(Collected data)
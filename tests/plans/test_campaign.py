"""Whole campaigns: every planned night keeps every rule, moments are served, what happened is respected."""

from __future__ import annotations

from collections.abc import Callable
from dataclasses import replace
from datetime import date, timedelta
from typing import Any

import numpy as np
import polars as pl
import pytest
from scipy.stats import binom

from tests.plans.places import ATOLL, CAPE, HILL, INHABITED, RIDGE, Watcher
from wanderers.ephemeris.bodies import Body
from wanderers.ephemeris.store import TrackStore
from wanderers.errors import UsageProblem
from wanderers.plans.campaign import Campaign, plan_campaign
from wanderers.plans.columns import CHANGE_COLUMNS, PLAN_COLUMNS
from wanderers.plans.replan import LoggedNight, Status
from wanderers.plans.request import CampaignRequest, paces
from wanderers.plans.rules import CampaignRules
from wanderers.site.places import Site

NOW = date(2026, 3, 1)
MARS = CampaignRequest(Body.MARS, NOW, "2027")
REPORTED_ALIKE = [name for name in PLAN_COLUMNS if name not in ("status", "spares", "move_deg", "night")]
"""What a past row keeps, whatever happened since."""

Plan = Callable[..., Campaign]


@pytest.fixture(scope="module")
def plan(store: TrackStore) -> Plan:
    """Plan a campaign, each asked for computed once."""
    known: dict[Any, Campaign] = {}

    def planned(request: CampaignRequest = MARS, site: Site = HILL) -> Campaign:
        key = (request, site)
        if key not in known:
            known[key] = plan_campaign(store, site, request)
        return known[key]

    return planned


@pytest.mark.parametrize("site", INHABITED, ids=lambda site: site.name)
@pytest.mark.parametrize("body", ["mars", "jupiter", "saturn"])
def test_planned_nights_and_spares_keep_every_rule_by_skyfield(
    plan: Plan, opened: Any, site: Site, body: str
) -> None:
    campaign = plan(CampaignRequest(Body(body), NOW, "2027"), site)
    watcher = Watcher(opened, site)
    assert campaign.plan.height > 20 and campaign.spares.height > 20
    for utc in [*campaign.plan["recommended_utc"][::10], *campaign.spares["recommended_utc"][::20]]:
        assert watcher.altitude_deg(body, utc, refracted=True) > 20.0 - 0.01
        assert watcher.altitude_deg("sun", utc, refracted=False) < -12.0
        limit = 30.0 if watcher.moon_lit(utc) > 0.5 else 10.0
        moon_down = watcher.altitude_deg("moon", utc, refracted=False) < 0.0
        assert moon_down or watcher.separation_deg(body, "moon", utc) > limit - 0.01


def test_planned_nights_are_usable_and_inside_their_window(plan: Plan) -> None:
    for site in INHABITED:
        campaign = plan(MARS, site)
        usable = set(campaign.nights.filter("usable")["evening_date"])
        table = campaign.plan
        assert set(table["evening_date"]) <= usable
        assert table["evening_date"].is_sorted() and table["evening_date"].is_unique().all()
        assert (table["window_start_utc"] < table["recommended_utc"]).all()
        assert (table["recommended_utc"] < table["window_end_utc"]).all()
        assert table.schema == pl.Schema(PLAN_COLUMNS) == campaign.spares.schema
        assert table["reasons"].null_count() == 0 and table["score"].is_between(0, 100).all()


@pytest.mark.parametrize("site", INHABITED, ids=lambda site: site.name)
def test_both_turns_the_middle_and_the_crossing_have_their_nights(plan: Plan, site: Site) -> None:
    campaign = plan(MARS, site)
    musts = campaign.plan.filter(pl.col("role") == "must")
    named = "+".join(musts["moment"].to_list()).split("+")
    wanted = {moment.name for moment in campaign.season.moments if moment.must}
    assert wanted <= set(named) and len(wanted) == 5
    for moment in campaign.season.moments:
        if moment.must:
            row = musts.filter(pl.col("moment").str.contains(moment.name)).row(0, named=True)
            assert abs(row["recommended_jd_tt"] - moment.jd_tt) < 4.0


def test_steps_are_even_along_the_path_and_closer_at_the_turns(plan: Plan) -> None:
    campaign = plan()
    table = campaign.plan.with_columns(step=pl.col("path_deg").diff())
    turns = [moment.jd_tt for moment in campaign.season.moments if moment.name.startswith("station")]
    near = pl.any_horizontal(*((pl.col("recommended_jd_tt") - jd).abs() < 16.0 for jd in turns))
    straight = table.filter(~near)["step"].drop_nulls()
    assert straight.max() < 1.4 * straight.median()  # type: ignore[operator]
    assert straight.min() > 0.6 * straight.median()  # type: ignore[operator]
    assert table.filter(near)["step"].mean() < 0.75 * straight.median()  # type: ignore[operator]
    # Even in time it is not: near the turns a step takes twice as long.
    days = table["recommended_jd_tt"].diff().drop_nulls()
    assert days.max() > 2.0 * days.min()  # type: ignore[operator]


def test_spares_are_free_usable_nights_near_the_one_they_stand_in_for(plan: Plan) -> None:
    campaign = plan()
    usable = set(campaign.nights.filter("usable")["evening_date"])
    spares = campaign.spares
    assert spares["evening_date"].is_unique().all()
    assert set(spares["evening_date"]) <= usable - set(campaign.plan["evening_date"])
    listed = {
        (day, row["evening_date"])
        for row in campaign.plan.iter_rows(named=True)
        for day in (row["spares"] or "").split()
    }
    assert listed == set(zip(spares["evening_date"], spares["spare_for"], strict=True))
    place = dict(zip(campaign.nights["evening_date"], campaign.nights["path_deg"], strict=True))
    for day, planned in listed:
        assert abs(place[day] - place[planned]) < campaign.aim.step_deg


def test_nights_and_steps_asked_for(plan: Plan) -> None:
    assert plan(replace(MARS, nights=12)).plan.height == 12
    fine, coarse = (plan(replace(MARS, every_deg=step)).plan.height for step in (1.0, 3.0))
    assert 2.0 * coarse < fine < 4.0 * coarse
    fridays = plan(replace(MARS, rules=CampaignRules(weekdays=(4,))))
    assert set(fridays.plan["weekday"]) == {"Friday"}
    assert plan(replace(MARS, nights=5_000)).plan.height == plan().nights["usable"].sum()


def test_paces_count_positions_a_step_apart() -> None:
    assert paces(np.arange(10.0), 1.0) == 10
    assert paces(np.arange(10.0), 3.0) == 4
    assert paces(np.zeros(0), 1.0) == 0


def test_chances_follow_the_binomial_law(plan: Plan) -> None:
    campaign = plan(replace(MARS, cloudy=2.0 / 3.0))
    chances = campaign.chances
    assert chances.expected_frames == pytest.approx(binom.mean(campaign.plan.height, 1.0 / 3.0))
    for moment in chances.moments:
        assert moment.chance == pytest.approx(binom.sf(0, moment.tries, 1.0 / 3.0)) and moment.tries >= 1
    back, forth = (moment.chance for moment in chances.moments if moment.name.startswith("station"))
    assert chances.both_turns == pytest.approx(back * forth)  # weeks apart, they share no night
    assert chances.expected_longest_hole_deg > chances.longest_hole_deg
    with_more = plan(replace(MARS, cloudy=2.0 / 3.0, spares=6)).chances
    assert with_more.both_turns >= chances.both_turns
    assert with_more.expected_frames_with_spares >= chances.expected_frames_with_spares
    assert plan(replace(MARS, cloudy=0.0)).chances.both_turns == 1.0


def rows_by_date(campaign: Campaign) -> dict[str, dict[str, Any]]:
    return {row["evening_date"]: row for row in campaign.plan.iter_rows(named=True)}


@pytest.mark.parametrize("number", [3, 11, 17, 25])
def test_a_skipped_night_changes_only_what_it_says(plan: Plan, number: int) -> None:
    before = plan()
    skipped = before.plan["evening_date"][number]
    after = plan(replace(MARS, skip=(date.fromisoformat(skipped),)))
    old, new = rows_by_date(before), rows_by_date(after)
    changed = after.changes.filter(pl.col("change") != "kept")
    assert after.changes.schema == pl.Schema(CHANGE_COLUMNS)
    assert changed.filter(pl.col("change") == "dropped")["evening_date"].to_list() == [skipped]
    added = changed.filter(pl.col("change") == "added")["evening_date"].to_list()
    assert set(old) - set(new) == {skipped} and set(new) - set(old) == set(added) and len(added) <= 1
    dates = sorted(old)
    neighbours = {dates[number - 1], dates[number + 1]}
    assert all(min(neighbours) < day < max(neighbours) for day in added)
    for day in set(old) & set(new) - neighbours:
        assert old[day] == new[day] | {"night": old[day]["night"]}
    told = {row["evening_date"] for row in after.changes.iter_rows(named=True) if "also for" in row["reason"]}
    for day in neighbours - told:
        assert {name: old[day][name] for name in REPORTED_ALIKE} == {
            name: new[day][name] for name in REPORTED_ALIKE
        }
    assert skipped not in " ".join(after.plan["spares"].drop_nulls())


def test_skipping_a_night_that_is_not_planned_says_so(plan: Plan) -> None:
    before = plan()
    spare = before.spares["evening_date"][4]
    after = plan(replace(MARS, skip=(date.fromisoformat(spare), date(2035, 1, 1))))
    assert after.plan["evening_date"].to_list() == before.plan["evening_date"].to_list()
    assert any(f"{spare} was not planned" in note for note in after.notes)
    assert any("2035-01-01" in note for note in after.notes)
    assert spare not in after.spares["evening_date"].to_list()


def test_past_rows_stay_and_only_the_rest_is_planned(plan: Plan) -> None:
    before = plan()
    dates = [date.fromisoformat(day) for day in before.plan["evening_date"]]
    log = (*(LoggedNight(day) for day in dates[:6]), LoggedNight(dates[7], Status.LOST))
    after = plan(replace(MARS, log=log))
    old, new = rows_by_date(before), rows_by_date(after)
    for number, day in enumerate(day.isoformat() for day in dates[:8]):
        assert new[day]["status"] == ("done" if number < 6 else "lost")
        assert {name: old[day][name] for name in REPORTED_ALIKE} == {
            name: new[day][name] for name in REPORTED_ALIKE
        }
    assert set(old) <= set(new)  # nothing still to come is taken away
    last = dates[7].isoformat()
    added = after.changes.filter(pl.col("change") == "added")["evening_date"].to_list()
    assert all(last < day < dates[8].isoformat() for day in added)
    assert after.chances.expected_frames == pytest.approx(6.0 + 0.5 * (len(new) - 8))


def test_after_ten_cloudy_nights_the_plan_goes_on_with_the_turn_still_to_come(plan: Plan) -> None:
    before = plan()
    station = before.plan.filter(pl.col("moment") == "station_retrograde")["evening_date"][0]
    turn = date.fromisoformat(station)
    early = [LoggedNight(date.fromisoformat(day)) for day in before.plan["evening_date"] if day < station]
    cloudy = [LoggedNight(turn + timedelta(days=k), Status.LOST) for k in range(-1, 2)]
    after = plan(replace(MARS, log=(*early, *cloudy)))
    replaced = after.plan.filter(
        (pl.col("status") == "planned") & pl.col("moment").fill_null("").str.contains("station_retrograde")
    )
    assert replaced.height == 1 and replaced["role"][0] == "must"
    assert date.fromisoformat(replaced["evening_date"][0]) == turn + timedelta(days=2)


def test_a_night_done_beside_the_plan_serves_its_moment(plan: Plan) -> None:
    before = plan()
    station = before.plan.filter(pl.col("moment") == "station_direct")
    spare = station["spares"][0].split()[0]
    log = (
        LoggedNight(date.fromisoformat(station["evening_date"][0]), Status.LOST),
        LoggedNight(date.fromisoformat(spare)),
    )
    after = plan(replace(MARS, log=log))
    row = rows_by_date(after)[spare]
    assert (row["status"], row["role"], row["moment"]) == ("done", "must", "station_direct")
    assert next(m.chance for m in after.chances.moments if m.name == "station_direct") == 1.0


def test_the_middle_of_venus_is_not_promised(plan: Plan) -> None:
    campaign = plan(CampaignRequest(Body.VENUS, NOW, "2028"), ATOLL)
    assert not campaign.plan["moment"].fill_null("").str.contains("middle").any()
    assert any("no whole loop" in note for note in campaign.notes)
    assert campaign.plan.filter(pl.col("role") == "must").height >= 2
    low = campaign.plan.filter(pl.col("elongation_deg") < 20.0)
    assert (low["caution"].is_not_null()).all()


def test_a_planet_that_never_climbs_high_enough_says_what_would_help(plan: Plan) -> None:
    campaign = plan(replace(MARS, rules=CampaignRules(min_altitude_deg=60.0)))
    assert campaign.is_empty and campaign.plan.schema == pl.Schema(PLAN_COLUMNS)
    assert campaign.chances.both_turns == 0.0 and campaign.chances.planned == 0
    assert any("No night can be used: no higher than" in note for note in campaign.notes)
    for line in campaign.advice:
        if "least altitude of 15" in line and "with a Sun" not in line:
            promised = int(line.split("give ")[1].split()[0])
            lower = plan(replace(MARS, rules=CampaignRules(min_altitude_deg=15.0)))
            assert lower.nights["usable"].sum() == promised
            break
    else:
        pytest.fail("no word of a lower altitude")


def test_a_planet_that_never_rises_in_the_dark_says_so(plan: Plan) -> None:
    campaign = plan(CampaignRequest(Body.SATURN, NOW, "2018"), CAPE)  # 22 degrees south of the equator
    assert campaign.is_empty
    assert any("the Sun is never 12 degrees or more below the horizon" in note for note in campaign.notes)
    assert any("another season, or a site nearer the equator" in line for line in campaign.advice)


def test_missing_moments_are_named_with_what_would_serve_them(plan: Plan) -> None:
    campaign = plan(CampaignRequest(Body.VENUS, NOW, "2026"), RIDGE)
    assert any("No night for the turn to forward motion" in note for note in campaign.notes)
    assert any("would serve the turn to forward motion" in line for line in campaign.advice)
    assert not plan().advice


def test_next_plans_nothing_that_is_past(plan: Plan) -> None:
    campaign = plan(CampaignRequest(Body.MARS, date(2026, 12, 1), "next"))
    assert campaign.season.row["season_id"] == "mars-ecliptic-s13"
    assert campaign.plan["evening_date"].min() >= "2026-12-01"  # type: ignore[operator]
    assert any("are past" in note for note in campaign.notes)


def test_a_plan_is_the_same_every_time(store: TrackStore, plan: Plan) -> None:
    again = plan_campaign(store, HILL, MARS)
    assert again.plan.equals(plan().plan) and again.chances == plan().chances


@pytest.mark.parametrize(
    "wrong",
    [
        {"nights": 3, "every_deg": 1.0},
        {"nights": 0},
        {"every_deg": 0.0},
        {"cloudy": 1.0},
        {"spares": -1},
    ],
)
def test_requests_that_no_plan_can_follow_are_refused(wrong: dict[str, Any]) -> None:
    with pytest.raises(UsageProblem):
        replace(MARS, **wrong)


def test_too_few_nights_ask_for_more_and_not_for_easier_rules(plan: Plan) -> None:
    advice = plan(replace(MARS, nights=3)).advice
    assert len(advice) == 1 and advice[0].startswith("More nights")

» Exercise requirements
Transcribe only the lines from the beginning of the entries to the line with "import pytest", inclusive, exactly as written.

» Expected output
filename tests/plans/test_campaign.py
"""Whole campaigns: every planned night keeps every rule, moments are served, what happened is respected."""

from __future__ import annotations

from collections.abc import Callable
from dataclasses import replace
from datetime import date, timedelta
from typing import Any

import numpy as np
import polars as pl
import pytest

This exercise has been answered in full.